How long can I put off reproductive health exams?
Heather Corinna replies:
I am a 22 year old female, but I have never had a breast and pelvic exam. I know what happens (I've read your articles as well as other websites), and I'm terrified. I don't like people touching me in general (people sitting right next to me, my parents putting a hand on my shoulder), and the only person who can touch me is my long-term (over 1.5 year) boyfriend. I've discussed this fear with my doctor. I'm also a very private and am not comfortable being around others if I'm not fully clothed, even changing my shirt with my roommate in the room - another problem I have with prospect of the exam.

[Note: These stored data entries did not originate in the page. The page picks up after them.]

"""Firm capacity for the reserve margin: what each technology counts toward it.

* A fixed credit: credit x capacity in service (generators with ``capacity_credit``, storage with a fixed
  ``capacity_credit``).
* Storage by duration: a firm contribution F [GW] per store and year with F <= a_j x power + b_j x energy for every
  linear piece (a_j, b_j) of its concave credit-by-duration curve (``scenario.inputs.credit_segments``), so that a
  1-hour battery counts a quarter of its power under the default 4-hour rule and a 4-hour one all of it.
* Credit tranches (wind, solar): capacity split into tranches T_i [GW], sum_i T_i <= capacity in service, each tranche
  at most its width x the year's peak demand, credit c_i each; credits fall from tranche to tranche, so the LP fills
  them in order and the credit of the last GW built falls as the technology's share of peak demand grows
  (the declining capacity credit of variable renewables: Keane et al. (2011), IEEE Trans. Power Systems 26(2),
  1308-1317, secondary).

The reserve-margin row itself lives in :mod:`pathcast.model.policy`.
"""

from __future__ import annotations

from dataclasses import dataclass

import numpy as np

from .context import BuildContext, read_only
from .linear_program import RowBlock
from .names import (
    CAPACITY,
    CREDIT_TRANCHE,
    CREDIT_TRANCHE_SUM,
    ENERGY_CAPACITY,
    STORAGE_FIRM,
    STORAGE_FIRM_LIMIT,
)

__all__ = ["add_firm_capacity", "read_firm_capacity", "FirmCapacityValues"]


def add_firm_capacity(ctx: BuildContext, rows: RowBlock) -> None:
    """Add every technology's firm capacity [GW] to the reserve-margin rows ``rows`` (one per year)."""
    lp, inputs, Y = ctx.lp, ctx.inputs, ctx.Y
    year_rows = np.arange(Y)
    fixed = [t for t in ctx.capacity_techs if t.capacity_credit > 0]
    if fixed:
        capacity = ctx.capacity_columns(fixed)
        fixed_credit = np.array([[t.capacity_credit] for t in fixed])
        rows.add(
            np.broadcast_to(year_rows[None, :], capacity.shape),
            capacity,
            np.broadcast_to(fixed_credit, capacity.shape),
        )

    by_duration = [(k, t) for k, t in enumerate(ctx.storage) if t.credit_segments]
    if by_duration:
        firm = lp.add_variables(STORAGE_FIRM, ("technology", "year"), (len(by_duration), Y), "GW")
        ctx.blocks[STORAGE_FIRM] = firm
        ctx.storage_firm = [t.name for _, t in by_duration]
        pieces = [(i, a, b) for i, (_, t) in enumerate(by_duration) for a, b in t.credit_segments]
        limit = lp.add_rows(STORAGE_FIRM_LIMIT, ("piece", "year"), (len(pieces), Y), "<=", "GW")
        power = ctx.capacity_columns([t for _, t in by_duration])
        energy = ctx.blocks[ENERGY_CAPACITY].all()
        r = limit.local()
        for p, (i, a, b) in enumerate(pieces):
            k = by_duration[i][0]
            limit.add(r[p], firm.all()[i], 1.0)
            limit.add(r[p], power[i], -a)
            if b:
                limit.add(r[p], energy[k], -b)
        rows.add(np.broadcast_to(year_rows[None, :], firm.shape), firm.all(), 1.0)

    tranched = [t for t in ctx.generators if t.credit_tranches]
    if tranched:
        entries = [
            (g, i, width, credit)
            for g, t in enumerate(tranched)
            for i, (width, credit) in enumerate(t.credit_tranches)
        ]
        upper = np.array([[width] for _, _, width, _ in entries]) * inputs.peak_demand_gw[None, :]
        tranche = lp.add_variables(CREDIT_TRANCHE, ("tranche", "year"), (len(entries), Y), "GW", upper=upper)
        ctx.blocks[CREDIT_TRANCHE] = tranche
        ctx.credit_tranches = [(tranched[g].name, i) for g, i, _, _ in entries]
        total = lp.add_rows(CREDIT_TRANCHE_SUM, ("technology", "year"), (len(tranched), Y), "<=", "GW")
        capacity = ctx.capacity_columns(tranched)
        r = total.local()
        for e, (g, _i, _w, credit) in enumerate(entries):
            total.add(r[g], tranche.all()[e], 1.0)
            if credit:
                rows.add(year_rows, tranche.all()[e], credit)
        total.add(r, capacity, -1.0)


@dataclass(frozen=True)
class FirmCapacityValues:
    """Firm capacity [GW] each technology counts toward the reserve margin, by year (all zero without the row)."""

    technologies: tuple[str, ...]  # every technology, in capacity order
    years: tuple[int, ...]
    firm_gw: np.ndarray  # [T, Y] firm capacity counted [GW]
    # [T, Y] what one more GW in service earns through its credit tranches [currency/kW/yr]: the capacity price x the
    # credit of the marginal tranche (every GW of a tranche-credited technology earns it); 0 for other technologies
    tranche_value_per_kw_year: np.ndarray


def read_firm_capacity(
    ctx: BuildContext, x: np.ndarray, row_dual: np.ndarray | None = None
) -> FirmCapacityValues:
    """The firm capacity of every technology [GW] at the solution ``x`` (fixed credits x capacity, storage firm
    contributions, credited tranches) and, from the duals ``row_dual``, the value of tranche-credited capacity: the
    tranche-sum row (sum of tranches - capacity <= 0) has a dual <= 0 whose negative, undiscounted, is the value of
    one more GW [million/GW = currency/kW]."""
    techs = ctx.capacity_techs
    firm = np.zeros((len(techs), ctx.Y))
    if ctx.inputs.reserve_margin is not None:
        capacity = ctx.column_values(CAPACITY, x)
        firm += np.array([[t.capacity_credit] for t in techs]) * capacity
        if STORAGE_FIRM in ctx.blocks:
            values = ctx.column_values(STORAGE_FIRM, x)
            for i, name in enumerate(ctx.storage_firm):
                firm[ctx.position[name]] += values[i]
        if CREDIT_TRANCHE in ctx.blocks:
            values = ctx.column_values(CREDIT_TRANCHE, x)
            credits = {t.name: t.credit_tranches for t in techs}
            for e, (name, i) in enumerate(ctx.credit_tranches):
                firm[ctx.position[name]] += credits[name][i][1] * values[e]
    tranche_value = np.zeros((len(techs), ctx.Y))
    if row_dual is not None and CREDIT_TRANCHE_SUM in ctx.lp.row_blocks:
        duals = -ctx.row_values(CREDIT_TRANCHE_SUM, row_dual) / ctx.discount[None, :]
        tranched = [t.name for t in ctx.generators if t.credit_tranches]
        for g, name in enumerate(tranched):
            tranche_value[ctx.position[name]] = duals[g]
    return FirmCapacityValues(
        technologies=tuple(t.name for t in techs),
        years=tuple(int(y) for y in ctx.inputs.years),
        firm_gw=read_only(firm),
        tranche_value_per_kw_year=read_only(tranche_value),
    )
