"""Storage: charge, discharge and state of charge in every representative hour, cyclic within each day; power and
energy capacities sized separately (see capacity)."""

from __future__ import annotations

import numpy as np

from .context import BuildContext

__all__ = ["add_storage"]


def add_storage(ctx: BuildContext) -> None:
    storage = ctx.storage
    if not storage:
        return
    lp, Y, D, H = ctx.lp, ctx.Y, ctx.D, ctx.H
    S = len(storage)
    shape = (S, Y, D, H)
    dims = ("technology", "year", "day", "hour")
    charge = lp.add_variables("charge", dims, shape, "GW")
    discharge = lp.add_variables("discharge", dims, shape, "GW")
    state = lp.add_variables("state_of_charge", dims, shape, "GWh")
    ctx.blocks.update(charge=charge, discharge=discharge, state_of_charge=state)

    power = np.broadcast_to(ctx.capacity_columns(storage)[:, :, None, None], shape)
    energy = np.broadcast_to(ctx.blocks["energy_capacity"].all()[:, :, None, None], shape)
    for name, block in (("charge_limit", charge), ("discharge_limit", discharge)):
        rows = lp.add_rows(name, dims, shape, "<=", "GW")
        r = rows.local()
        rows.add(r, block.all(), 1.0)
        rows.add(r, power, -1.0)
    rows = lp.add_rows("state_of_charge_limit", dims, shape, "<=", "GWh")
    r = rows.local()
    rows.add(r, state.all(), 1.0)
    rows.add(r, energy, -1.0)

    # S[h] = S[h-1] + eta_c Q[h] - P[h] / eta_d, with S[-1] = S[23] of the same day (cyclic), one hour per step
    eta_c = np.array([t.charge_efficiency for t in storage])[:, None, None, None]
    eta_d = np.array([t.discharge_efficiency for t in storage])[:, None, None, None]
    rows = lp.add_rows("state_of_charge_balance", dims, shape, "==", "GWh")
    r = rows.local()
    rows.add(r, state.all(), 1.0)
    rows.add(r, np.roll(state.all(), 1, axis=3), -1.0)
    rows.add(r, charge.all(), -np.broadcast_to(eta_c, shape))
    rows.add(r, discharge.all(), np.broadcast_to(1.0 / eta_d, shape))

    vom = np.array([t.variable_om for t in storage])
    lp.add_cost(discharge.all(), vom[:, None, None, None] * ctx.hour_cost_weight[None])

My boyfriend and I have recently decided we'd like to have sex, so I've gotten a prescription for the birth control pill. However, the doctor said she will not prescribe it year after year without doing a regular breast/pelvic exam; she hopes that after I've been having sex for a while I'll become more comfortable with the idea of the exam, but I'm not. I understand why I should have this exam, so I've even tried just scheduling one to force myself to do it. Unfortunately, after a few hours I began to panic and didn't calm until I cancelled the exam. There is no history of breast cancer or any sort of reproductive problem in my family, and I do a monthly breast exam on myself. How long can I safely put off the breast/pelvic exam from the doctor? My boyfriend will come with me, and the doctor said she can give me anti-anxiety medicine, but I'm still worried even if I go through with it I'll become depressed afterward (I have struggled with depression before). Even though these things would help, I'm still terrified, and I begin to panic whenever I think of it. I know I should have had an exam already, but I'd like to know how much longer I can safely delay it.
Honestly, women need some from of preventative reproductive health care. Can you live without it? Some women can, but that is a gamble, and if you look at women in nations without any, you can get an idea for how that really just isn't often healthy. Too, once you become sexually active it is vital to get that care every year. You can't accurately check yourself for cervical cancer, HIV or other sexually transmitted (or other) infections; you can't check yourself for ovarian cysts or other health problems. Even if you could, you'd not be able to treat yourself for those issues, so someone would have to take a look sometime.
Too, when people get phobic about something, that phobia tends to become worse and worse when they don't deal with it. The longer you wait, the scarier something that really isn't that scary is going to become. Getting an exam now rather than ten years from now not only safeguards your health, it makes it a lot more likely that your first exam will be a positive experience for you. That panic you're having is very likely far more intense NOT getting the exam than it would be if you just went through it, and do bear in mind that those exams only last for a very short period of time.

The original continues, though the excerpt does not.